The human brain can quickly and accurately split speech units from continuously changing auditory signals, then recognize correct words and integrate them with the preceding context to understand speech, involving hierarchical and dynamic interaction processes. Prediction, operating by pre-activation, may be one of the intrinsic mechanisms in speech comprehension. Production-based prediction may be the underlying mechanism in making active prediction, and the theory claims that comprehenders use their production system to predict upcoming words, which can occur at any level and stage, with lower-level information following higher-level information. Although many studies have explored the contents of lexical prediction and verified the pre-activation effect at multiple levels, the relevant experimental paradigms and the nature of hierarchical speech prediction are not yet been fully understood. Therefore, the present study conducted three experiments to explore the validity of the visual world paradigm as well as to investigate the relationship between high-level semantic prediction and low-level phonological prediction, gradually.
Experiment 1 focused on the possible influence of the preview duration on the preactivation effect in a visual world paradigm experiment. Results showed that shortening the preview to 1000 ms affected the onset of the pre-activation effect but still reproduced the effect similar to the previous study which was conducted under 2000 ms preview, indicating that changing the preview did not fundamentally affect the emergence of the semantic and phonological pre-activation effect, which reveals that the lexical pre-activation effect is somewhat robust. Experiment 2 focused on the influence of sentence context on the semantic pre-activation effect, and found that the experimental effect was stronger when the semantically related words were more easily integrated with the sentence context, so the semantic pre一activation effect at this time was essentially a joint outcome of contextual integration and lexical prediction rather than the pre-activation effect alone, suggesting that the contextual integration factor may interfere with the interpretation of the semantic pre一activation effect when using visual world paradigm to explore lexical prediction. Using materials that could exclude the influence of sentence context, Experiment 3 focused on the time course of semantic and phonological pre-activation effect and the hierarchical relationship between them again. Results showed that the semantic pre-activation effect occurred earlier and was stronger than the phonological pre-activation effect, which is in line with the hypothesis of the prediction-by-production theory, supporting the statement that "the pre-activation at lower levels follows pre-activation at higher levels".
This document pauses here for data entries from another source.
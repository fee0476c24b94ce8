import { formatLength } from '#shared/camber/tape';
import { dateFormat } from '#shared/time/formatters';

export const camberText = (mm: number, unit: 'us' | 'si'): string => formatLength(mm, unit === 'us' ? 'in' : 'mm');

const DATE_TIME: Intl.DateTimeFormatOptions = { dateStyle: 'medium', timeStyle: 'short' };

export const dateTimeText = (iso: string, timeZone: string): string =>
  dateFormat('en-US', DATE_TIME, timeZone).format(new Date(iso));

export const ageDays = (fromIsoDate: string, at: Date = new Date()): number =>
  Math.floor((at.getTime() - new Date(`${fromIsoDate}T00:00:00Z`).getTime()) / 86_400_000);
In conclusion, this study explored the cognitive process of lexical prediction during speech comprehension. After determining the validity of the experimental paradigm and excluding contextual interference, this study observed the existence of semantic and phonological pre-activation effects and characterized their differences in time course and effect strength, providing experimental evidence to support the prediction-by-production theory. This study helps convey a contribution to the future exploration of the cognitive mechanism of speech comprehension and prediction and provides a potential reference for fields of brain-inspired AI.